Chevin Forest Park GeoTrail #15: Quartz Pebbles
The 15th cache of the series and the 7th of the 8 EarthCaches is located at Surprise View a popular viewpoint at the high point of the Chevin ridge.
Please refer to GCB7RA7 for the background information on the geology of The Chevin, which provides explanations of how and when the various rock formations were formed
You are now on the crest of The Chevin formed by Doubler Stones Sandstone. The steep slopes below facing north towards Wharfedale are a scarp face which cuts across the rock beds which dip to the south. Looking to the south you can see a gentle dip slope down towards Guiseley and Yeadon.
What distinguishes The Chevin’s coarse sandstone Millstone Grit is the frequent inclusion of quartz pebbles, embedded within its rough, gritty matrix. These pebbles, often rounded and translucent, vary in size and were likely transported from distant upland sources to the north before settling in The Chevin’s prehistoric river channels.
Quartz is one of the most abundant and widely distributed minerals in the Earth's crust, composed of silicon and oxygen with the chemical formula SiO₂. It forms through both igneous and metamorphic processes, originating primarily from the cooling and solidification of silica-rich magmas. As magma cools, silica crystallizes into quartz, often found in granite, pegmatites, and rhyolites.
Its crystals are typically hexagonal and have a hardness of 7 on the Mohs scale, making them relatively resistant to weathering. This durability contributes to their abundance in sedimentary rocks such as sandstones, where quartz grains often dominate due to their chemical and physical stability.
It is transparent to translucent, with a vitreous luster, and occurs in a wide range of colours due to trace impurities - amethyst (purple), citrine (yellow), and rose quartz (pink) being common varieties.
Because of its resilience, chemical purity, and crystalline structure, quartz plays a key role in geological processes, industrial applications, and as a major component of many rock types. See here for more info on this abundant and fascinating mineral.
Its presence indicates strong water currents capable of dragging and carrying relatively large fragments of such durable material over long distances along the bottom of river channels. As a result, these quartz-rich beds represent episodes of powerful fluvial activity (river flooding events) within the broader depositional environment of the Pennine Basin.
During the Carboniferous era, flood events in what is now northern England were driven by a combination of tectonic, climatic, and vegetational factors. The region lay near the equator and experienced a tropical, humid climate, which led to intense chemical weathering and high rainfall. These conditions promoted the formation of vast river systems with high sediment loads and frequent flooding.
Tectonic uplift associated with the Variscan orogeny - a major mountain-building event caused by the collision of tectonic plates - created significant topographic relief. This uplift increased erosion rates and the gravitational potential energy available to river systems, accelerating and increasing sediment transport.

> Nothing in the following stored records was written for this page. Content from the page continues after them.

"""The two directions of every reaction as encounters: which molecules meet in each, and how often they could.

What stands on both sides alike (M, a named partner such as AR in 2 O + AR ⇌ O2 + AR) is a partner: the pair's constant
is then k times the partner's concentration, taken as p/RT.
"""

from collections.abc import Iterator, Sequence
from dataclasses import dataclass

import numpy as np

from .collisions import collision_constant
from .diameters import RULE, size
from .survey import Survey, limits_of, mass_action

FORWARD, REVERSE = "forward", "reverse"


@dataclass(frozen=True)
class Encounter:
    """One direction of reaction j: the molecules that meet (places of species), the number of partners beside them that
    stand on both sides by name, and whether the reaction is in fall-off."""

    j: int
    direction: str
    molecules: tuple[int, ...]
    partners: int
    fall_off: bool


def encounters(survey: Survey, molecules: int) -> Sequence[Encounter]:
    """All directions in which so many molecules meet, mass action only; those with charges are left out (their
    attraction reaches further than any diameter)."""
    if "encounters" not in survey.kept:
        survey.kept["encounters"] = {n: list(_encounters(survey, n)) for n in (1, 2)}
    return survey.kept["encounters"][molecules]


def _encounters(survey: Survey, molecules: int) -> Iterator[Encounter]:
    species = survey.mechanism.species
    for j, reaction in enumerate(survey.mechanism.reactions):
        if not mass_action(reaction):
            continue
        left, right = (dict(side) for side in (reaction.equation.reactants, reaction.equation.products))
        both = {name: min(left[name], right[name]) for name in left if name in right}
        for direction, side in ((FORWARD, left), (REVERSE, right)):
            met, partners = _met(side, both, molecules)
            places = tuple(survey.mechanism.index(name) for name in met)
            if len(places) == molecules and not any(species[k].charge for k in places):
                yield Encounter(j, direction, places, partners, limits_of(reaction) is not None)


def _met(side: dict[str, int], both: dict[str, int], molecules: int) -> tuple[list[str], int]:
    """The molecules of a side, without those on both sides where they are more than looked for."""
    whole = [name for name, count in side.items() for _ in range(count)]
    if len(whole) <= molecules:
        return whole, 0
    own = [name for name, count in side.items() for _ in range(count - both.get(name, 0))]
    return own, len(whole) - len(own)


def log_limits(survey: Survey, pairs: list[Encounter]) -> np.ndarray:
    """ln of the collision constant of every pair [m3/(mol s)], (nT, pairs)."""
    species = survey.mechanism.species
    sizes = [size(s)[:2] for s in species]
    d, depth = (np.array(column) for column in zip(*sizes, strict=True))
    i, k = (np.array([pair.molecules[side] for pair in pairs], dtype=int) for side in (0, 1))
    mass = survey.mechanism.molar_mass
    reduced = mass[i] * mass[k] / (mass[i] + mass[k])
    Z = collision_constant(survey.temperatures[:, None], 0.5 * (d[i] + d[k]), reduced, np.sqrt(depth[i] * depth[k]), i == k)
    return np.log(Z)


def log_constants(survey: Survey, met: list[Encounter], bare: bool) -> np.ndarray:
    """ln of each direction's constant, (nT, np, encounters): as the pressure makes it, or (`bare`) without partners and
    of fall-off the high-pressure limit."""
    j = np.array([e.j for e in met], dtype=int)
    back = np.array([e.direction == REVERSE for e in met], dtype=bool)
    log_k = (survey.log_bare if bare else survey.log_forward)[:, :, j] - np.where(back, survey.log_Kc[:, j], 0.0)[:, None, :]
    partners = np.array([0 if bare else e.partners for e in met])
    return log_k + partners * np.log(survey.partner)[:, :, None]


def decades_above(survey: Survey, pairs: list[Encounter], bare: bool) -> tuple[np.ndarray, np.ndarray]:
    """Decades by which each pair's constant exceeds the collision rate (-inf where unknown), and its ln, (nT, np, pairs)."""
    log_k = log_constants(survey, pairs, bare)
    excess = (log_k - log_limits(survey, pairs)[:, None, :]) / np.log(10.0)
    return np.where(np.isfinite(excess), excess, -np.inf), log_k


def paired(survey: Survey, fall_off: bool) -> list[Encounter]:
    """The pairs held against the collision rate, of reactions in fall-off or of the others."""
    return [e for e in encounters(survey, 2) if e.fall_off == fall_off] if survey.is_gas else []


def all_decades(survey: Survey) -> dict[str, np.ndarray]:
    """The largest decades above the collision rate of every pair, by direction (fall-off by its high-pressure limit)."""
    found: dict[str, list[float]] = {FORWARD: [], REVERSE: []}
    for fall_off in (False, True):
        pairs = paired(survey, fall_off)
        top = np.max(decades_above(survey, pairs, fall_off)[0], axis=(0, 1)) if pairs else []
        for pair, decades in zip(pairs, top, strict=True):
            found[pair.direction].append(float(decades))
    return {direction: np.array(values) for direction, values in found.items()}


def diameter_note(survey: Survey, pair: Encounter) -> str:
    """Which diameters of a pair come from the rule."""
    names = dict.fromkeys(survey.mechanism.names[k] for k in pair.molecules if size(survey.mechanism.species[k])[2] == RULE)
    return f"; diameter of {' and '.join(names)} by rule" if names else ""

As rivers cut through rapidly uplifting landscapes, they carried large volumes of clastic material (fragments of pre-existing rocks and minerals such as quartz) into low-lying basins.
Additionally, the widespread development of dense, early forests during the Carboniferous contributed organic matter and helped stabilize some soils, but also influenced river patterns through the formation of peat and coal swamps. These swampy environments interacted with fluvial (river) systems, occasionally obstructing channels and causing avulsions (rapid changes of course) or diversions in flow. Overall, this interplay between tectonics, climate, and evolving vegetation created dynamic, sediment-rich fluvial systems across Carboniferous northern England.
The gritstone layers formed from this sediment are visible across The Chevin’s various outcrops and crags including this craggy outcrop of the Doubler Stone Sandstone forming the crest of The Chevin, where weathering and erosion have exposed them. The surfaces often have the telltale sparkle of quartz grains in the sunlight, and in some locations, such as here, abundant quartz pebbles are clearly embedded in the rock, protruding like fossils.
The carving on the GeoTrail marker stone #8 at Surprise View depicts the strong, swirling currents which would have moved quartz pebbles.
At Surprise View, there is also an excellent interpretation panel which highlights the geology and geomorphology of the region and the Quaternary history of Wharfedale below, along which flowed a glacier that once covered The Chevin.
To Log the EarthCache, please complete the following tasks and send your answers to me via the GC website messaging service or by email to forshaw.chris@gmail.com - thanks!
a) Why does this exposure of rock have these distinctive quartz pebbles, compared with others in The Chevin which don’t?
b) In relation to a) mention 3 factors which could have contributed to the events leading to the presence of such pebbles in the rock?
c) Why do the pebbles tend to stand out from the surface of the gritstone?
d) Closely examine the largest pebble you can find near GZ and describe its appearance (shape, feel, colour).
e) Quartz crystals are typically hexagonal, so why are these pebbles so different in appearance?